For seven of the past eight quarters, the region saw negative absorption, a measure of how much the office rental market is expanding or contracting, according to CBRE.
While class A buildings are performing better, an overall struggling market can carry broad consequences. Distressed buildings can shed their value, face foreclosure or lead to dead zones for street activity, which can ripple to affect better-performing neighbors and local government tax rolls.

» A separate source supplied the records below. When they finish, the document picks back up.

/** The persistent caution every page carries. */
export function SafetyFooter() {
  return (
    <footer className="border-t border-rule bg-paper-sunk px-6 py-3 text-xs text-ink-soft" role="contentinfo">
      <p>
        <strong className="font-medium text-caution">Training simulator.</strong> Results here are from a model, not your equipment.
        Real heater loops need an independent, manually reset excess-temperature cutout; mains wiring and heater work follow local
        codes and are done by licensed people.
      </p>
    </footer>
  );
}
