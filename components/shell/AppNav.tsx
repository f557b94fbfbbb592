import Link from "next/link";
import type { UserRole } from "@/db/schema";
import { Wordmark } from "./Wordmark";

const sections = [
  { href: "/bench", label: "Bench" },
  { href: "/drills", label: "Drills" },
  { href: "/assignments", label: "Assignments" },
  { href: "/cohorts", label: "Cohorts" },
  { href: "/twins", label: "Twins" },
  { href: "/records", label: "Records" },
];

export function AppNav({ user, signOut, mailbox }: { user: { displayName: string; role: UserRole }; signOut: () => Promise<void>; mailbox: boolean }) {
  return (
    <header className="border-b border-rule bg-paper-raised">
      <nav className="mx-auto flex max-w-[100rem] items-center gap-6 px-6 py-2.5 text-sm" aria-label="Main">
        <Link href="/dashboard" className="no-underline">
          <Wordmark />
        </Link>
        <ul className="flex gap-4">
          {sections.map((s) => (
            <li key={s.href}>
              <Link href={s.href} className="text-ink-soft no-underline hover:text-ink">
                {s.label}
              </Link>
            </li>
          ))}
          {user.role === "admin" ? (
            <li>
              <Link href="/admin/users" className="text-ink-soft no-underline hover:text-ink">
                Organisation
              </Link>
            </li>
          ) : null}
          {user.role === "admin" && mailbox ? (
            <li>
              <Link href="/admin/mailbox" className="text-ink-soft no-underline hover:text-ink">
                Mailbox
              </Link>
            </li>
          ) : null}
        </ul>
        <div className="ml-auto flex items-center gap-3">
          <Link href="/account" className="text-ink-soft no-underline hover:text-ink">
            {user.displayName} <span className="text-ink-faint">· {user.role}</span>
          </Link>
          <form action={signOut}>
            <button type="submit" className="rounded-sm border border-rule-strong px-2.5 py-1 text-xs hover:border-ink">
              Sign out
            </button>
          </form>
        </div>
      </nav>
    </header>
  );
}
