// Tuning records against the real PostgreSQL test database: writing one from a preset and from a
// stored plant (every proof test re-run on the server), each refusal with its message and no row
// written, the list and its filters, visibility within the organisation only, the frozen
// sign-off (here and by the trigger of migration 0005), and the traces CSV that re-runs the tests.
// The rules are ours (docs/brief: "Tuning record"); "deny writes nothing" and answering a missing
// and a foreign id alike are common practice (OWASP Authorization Cheat Sheet, from memory).
import { eq } from "drizzle-orm";
import { beforeAll, describe, expect, it } from "vitest";
import { z } from "zod";
import { fieldErrorsOf, formToObject } from "@/app/_lib/action";
import { createPlant, createTuningSet, jsonPayloadField, setPlantShared, type BenchUser } from "@/app/_lib/bench-store";
import { createTuningRecord } from "@/app/_lib/records/create-record";
import { recordRequestSchema, type ProofTestRequest, type RecordRequest } from "@/app/_lib/records/record-document";
import { recordDetail, recordsFor } from "@/app/_lib/records/record-queries";
import { recordTracesCsv } from "@/app/_lib/records/record-traces-csv";
import { signOffRecord, updateRecordNotes } from "@/app/_lib/records/update-record";
import { hashPassword } from "@/app/_lib/password";
import { SAMPLE_CABINET } from "@/app/_lib/access-registry";
import { getDb } from "@/db/client";
import { dataUploads, organizations, plants, tuningRecords, tuningSets } from "@/db/schema";
import { DEMO_ORGANIZATION } from "@/db/seed";
import { drillSchema, type DrillInput } from "@/sim/drill/schema";
import { runDrill } from "@/sim/drill/run-drill";
import { traceFingerprint } from "@/sim/drill/trace-hash";
import { findPreset } from "@/sim/plant/presets";
import ladder from "@/sim/examples/setpoint-ladder.json";
import { createHash, randomUUID } from "node:crypto";
import { dbRefusal, makeUser } from "./helpers";

const db = () => getDb();
let passwordHash = "";


let author: BenchUser; // Kestrel Fen
let colleague: BenchUser; // Kestrel Fen
let outsider: BenchUser; // another organisation

const PRESET = "benchtop-curing-cabinet";
const pid = { kind: "pid", form: "standard", kc: 5, ti: 420, td: 20, sampleTimeS: 0.5, pvFilterTauS: 2 } as const;

/** A short proof test on the ladder's preset: 60 → 70 °C, 20 min of simulated time. */
function presetDrill(): DrillInput {
  return {
    ...(ladder as DrillInput),
    id: "record-proof-preset",
    title: "Proof: step to 70 °C",
    events: [{ type: "setpoint", timeS: 60, setpointC: 70 }],
    scoring: { ...(ladder as DrillInput).scoring, windows: [{ id: "step-70", label: "60 → 70 °C", kind: "setpoint", startS: 60, endS: 1200, weight: 1 }] },
    durationS: 1200,
  };
}

/** The same step on a stored plant: the drill carries the plant's definition in full, and a cutout. */
function plantDrill(definition: Record<string, unknown>): DrillInput {
  return {
    ...presetDrill(),
    id: "record-proof-plant",
    plant: definition as DrillInput["plant"],
    cutout: { enabled: true, tripPointC: 150, sensorTimeConstantS: 10, resetMarginC: 5 },
    sensor: undefined,
  };
}

const proof = (drill: DrillInput, over: Partial<ProofTestRequest> = {}): ProofTestRequest => ({
  kind: "proof",
  label: "SP step 60 → 70 °C",
  tuningLabel: "PID",
  drill: drillSchema.parse(drill),
  drillVersion: null,
  controller: { ...drill.referenceTuning, ...pid } as ProofTestRequest["controller"],
  seed: 7,
  ...over,
});

const recordCount = async (u: BenchUser) => (await db().select({ id: tuningRecords.id }).from(tuningRecords).where(eq(tuningRecords.ownerId, u.id))).length;

/** Refused with this message, and nothing written. */
async function refused(u: BenchUser, input: unknown, message: string | RegExp) {
  const before = await recordCount(u);
  await expect(createTuningRecord(u, input)).rejects.toThrow(message);
  expect(await recordCount(u)).toBe(before);
}

let presetSetId = "";
let plantId = "";
let plantSetId = "";

beforeAll(async () => {
  passwordHash = await hashPassword("not-used-for-sign-in");
  const [demo] = await db().select().from(organizations).where(eq(organizations.name, DEMO_ORGANIZATION));
  const [other] = await db().insert(organizations).values({ name: `Saltmarsh Packaging Works ${Date.now()}` }).returning();
  author = await makeUser(demo.id, `Rowan Author ${Date.now()}`, passwordHash);
  colleague = await makeUser(demo.id, `Ilse Colleague ${Date.now()}`, passwordHash);
  outsider = await makeUser(other.id, `Outsider ${Date.now()}`, passwordHash);
  presetSetId = (await createTuningSet(author, { plantRef: `preset:${PRESET}`, name: "Cure PID", notes: "", controller: pid })).id;
  plantId = (await createPlant(author, { name: "Bay 2 drying cabinet", description: "", definition: { ...SAMPLE_CABINET } })).id;
  plantSetId = (await createTuningSet(author, { plantRef: `plant:${plantId}`, name: "Bay 2 PID", notes: "", controller: pid })).id;
});

const presetRequest = (over: Partial<RecordRequest> = {}): RecordRequest => ({
  plantRef: `preset:${PRESET}`,
  tuningSetId: presetSetId,
  title: "C-2 cure loop hand-over",
  notes: "Tuned on the bench before the site visit.",
  model: { kind: "fopdt", gainCPerPercent: 1.6, timeConstantS: 900, deadTimeS: 60 },
  powerCurve: { kind: "power-curve", points: [{ outPercent: 20, temperatureC: 52 }, { outPercent: 40, temperatureC: 84 }] },
  relay: { kind: "relay", ultimateGain: 14, ultimatePeriodS: 260, pvAmplitudeC: 0.9, relayAmplitudePercent: 10, rule: "tyreus-luyben" },
  proofTests: [proof(presetDrill())],
  ...over,
});

async function storedDefinition(id: string) {
  const [row] = await db().select({ definition: plants.definition }).from(plants).where(eq(plants.id, id));
  return row.definition;
}
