export interface RelayTestOptions {
  /** relay amplitude around the present OUT, %; default 10 */
  amplitudePercent?: number;
  /** explicit relay levels, % (override the amplitude) */
  highPercent?: number;
  lowPercent?: number;
  /** ε, °C: the relay switches when PV passes SP ± ε; default max(3σ of the quiet window, 0.05 °C) */
  hysteresisC?: number;
  /** cycles discarded before measuring; default 1. Settling is extended (up to maxSettlingCycles)
   *  while a cycle's period or amplitude still differs from the previous one's by more than 3 % / 5 %
   *  (an oscillation that is still building up, as on a plant with little dead time) */
  settlingCycles?: number;
  /** default 10 */
  maxSettlingCycles?: number;
  /** cycles measured and averaged; default 3 */
  cycles?: number;
  /** abort if the relay has not finished within this time, s; default 14400 */
  timeLimitS?: number;
  /** quiet window before the relay, s; default max(20 samples, 30 s) */
  quietWindowS?: number;
  /** stop before the relay when ε < 3σ; default false (warn and go on) */
  stopOnNoiseWarning?: boolean;
  /** a half-period shorter than this many samples is noise-driven; default 4 */
  minHalfPeriodSamples?: number;
  /** sensor element lag, s; default the plant definition's */
  sensorLagS?: number;
  /** |PV − SP| above this at the start gives a warning, °C; default max(4ε, 1) */
  nearSetpointC?: number;
  /** set this SP before the test */
  setpointC?: number;
  gainSource?: "power-curve" | "test-means";
  rule?: string;
  controller?: ControllerType;
  form?: BlockForm;
}

export type RelayPhase = "quiet" | "kick" | "relay" | "returning" | "done" | "aborted";
export type RelayAbortCode = "noise" | "noise-warning" | "time-limit" | "bad-pv" | "cutout" | "no-room" | "setpoint-changed" | "cancelled";

export interface RelayProgress {
  phase: RelayPhase;
  timeS: number;
  crossings: number;
  halfPeriodsS: number[];
  /** amplitude of the last complete cycle, °C */
  amplitudeC: number | null;
  /** running estimates from the cycles completed so far (settling cycle included until measured ones exist) */
  kuEstimate: number | null;
  puEstimateS: number | null;
  cyclesMeasured: number;
}

export interface RelayStart {
  timeS: number;
  mode: "auto" | "manual";
  setpointC: number;
  pvFilteredC: number;
  outPercent: number;
  /** SP follows PV in manual (spTrackInManual): the relay centre is the SP as tracked at the start */
  setpointTracksPv: boolean;
  /** the SP the relay switched around, °C */
  relayCentreC: number;
  /** σ of the PV the controller sees over the quiet window, °C */
  noiseSigmaC: number;
  driftCPerMin: number;
}
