/** A navigation section whose pages are not built in this installation yet. */
export function SectionNotOpen({ title, description }: { title: string; description: string }) {
  return (
    <section className="max-w-2xl">
      <h1 className="mb-2 text-xl font-semibold">{title}</h1>
      <p className="text-sm text-ink-soft">{description}</p>
      <p className="mt-4 rounded-sm border border-rule bg-paper-raised px-4 py-3 text-sm text-ink-soft">This section is not open yet in this installation.</p>
    </section>
  );
}
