def test_csv_plain_numbers_take_default_units(tmp_path):
    path = tmp_path / "plain.csv"
    rows = ["time,ra,dec,r_h,delta,delta_dot"]
    for k in range(5):
        rows.append(f"2024-01-0{k + 1}T00:00:00,{100 + k},{-10 - k},{1.2 + 0.1 * k},{0.5 + 0.1 * k},{5.0 * k}")
    path.write_text("\n".join(rows) + "\n")
    eph = read_ephemeris(path)
    for name, unit in EPHEMERIS_COLUMNS.items():
        assert eph.columns[name].unit == unit
    got = eph.at(Time("2024-01-02T12:00:00", scale="utc"))
    # cubic spline of values linear in time reproduces the line exactly (closed form)
    assert_quantity_allclose(got["ra"], 101.5 * u.deg, rtol=1e-12)
    assert_quantity_allclose(got["delta"], 0.65 * u.au, rtol=1e-12)
    assert_quantity_allclose(got["delta_dot"], 7.5 * u.km / u.s, rtol=1e-12)
    assert "phase" not in got


def test_units_are_converted(tmp_path):
    # delta in km and delta_dot in m/s are accepted and converted (astropy unit conversion)
    t = _table(delta=(np.full(8, 1.0) * u.au).to(u.km), delta_dot=np.full(8, 1500.0) * u.m / u.s)
    eph = read_ephemeris(_write(tmp_path / "km.ecsv", t))
    assert_quantity_allclose(eph.columns["delta"], 1.0 * u.au, rtol=1e-14)
    assert_quantity_allclose(eph.columns["delta_dot"], 1.5 * u.km / u.s, rtol=1e-14)


# --- spacing of short tables -------------------------------------------------------------------------------------
# Invented tracks with closed forms: the interpolation's true error is measured against them on a dense grid, the
# warning's stated error must lie within a small factor of it, and the textbook error formulas are checked where
# they are exact.

SPACING_START = Time("2024-03-07T00:00:00", scale="utc")
DEC = 30.0                                        # deg, constant: the on-sky RA error is cos(30 deg) times the RA error
COSD = np.cos(np.deg2rad(DEC))


def _track_table(path, hours, ra, delta_dot, delta_km=None, rates=None):
    t = QTable()
    t["time"] = SPACING_START + np.asarray(hours) * u.h
    t["ra"] = ra * u.deg
    t["dec"] = np.full(len(hours), DEC) * u.deg
    t["r_h"] = np.full(len(hours), 1.3) * u.au
    t["delta"] = (delta_km * u.km).to(u.au) if delta_km is not None else np.full(len(hours), 0.7) * u.au
    t["delta_dot"] = delta_dot * u.km / u.s
    if rates is not None:
        t["ra_rate"], t["dec_rate"] = rates[0] * u.arcsec / u.h, rates[1] * u.arcsec / u.h
    t.write(path, format="ascii.ecsv")
    return read_ephemeris(path)


def _true_errors(eph, ra_of, delta_dot_of, per_step=401):
    """Largest on-sky [arcsec] and range-rate [m/s] error of eph.at against the closed-form track (hours).

    An odd number of points per step puts one at every mid-step, where linear interpolation errs most."""
    x = (eph.jd - eph.jd[0]) * 24
    grid = np.unique(np.concatenate([np.linspace(a, b, per_step) for a, b in zip(x[:-1], x[1:])]))
    got = eph.at(Time(eph.jd[0] + grid / 24, format="jd", scale="utc"))
    hours = (Time(eph.jd[0] + grid / 24, format="jd", scale="utc").jd - eph.jd[0]) * 24   # the times 'at' saw
    sky = np.max(np.abs(got["ra"].to_value(u.deg) - ra_of(hours))) * COSD * 3600
    rate = np.max(np.abs(got["delta_dot"].to_value(u.km / u.s) - delta_dot_of(hours))) * 1000
    return sky, rate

The past year was the busiest year for lease signings since 2019, which has brokers and real estate analysts optimistic that some of that less desirable space may get scooped up soon. In addition, a record-low 474,000 square feet of new office space is in Atlanta’s pipeline, so there will be almost no new space to spur new competition.
“There’ll be a period of time where there will be no new (office building) deliveries in Atlanta,” said Will Yowell, vice chairman with CBRE’s Capital Markets Institutional Properties Group in Atlanta. “When you’re not delivering space in a growing economy, we will absorb the space and we’ll start to see that vacancy rate come down quite a bit.”
Credit: arvin.temkar@ajc.com
Credit: arvin.temkar@ajc.com
Caswell, of Normandy Partners, said unrealistic workplace expectations that were formed during the pandemic are also starting to fade. To initially woo back workers, he said many companies felt they needed “the coolest, most attractive office that was hip for employees like it was some silly mouse trap.”
“I think that the sensitives there have dwindled,” he said. “People still want high-quality office space, wherever they are, but it doesn’t need to have glass everywhere, have open ceilings and look like a Google HQ.”
The pandemic lasted long enough for some workplace habits to feel like they’d become permanent, Connolly said. While the office market is poised for a broad recovery in the coming quarters, he said it’ll take time for some of those habits to fade.
Credit: arvin.temkar@ajc.com
Credit: arvin.temkar@ajc.com
“The pandemic lasted longer than we all would have hoped, and ultimately, that was three-plus years of behaviors becoming entrenched,” he said. “Likewise, it’ll probably take three-plus years for those habits to become unentrenched.”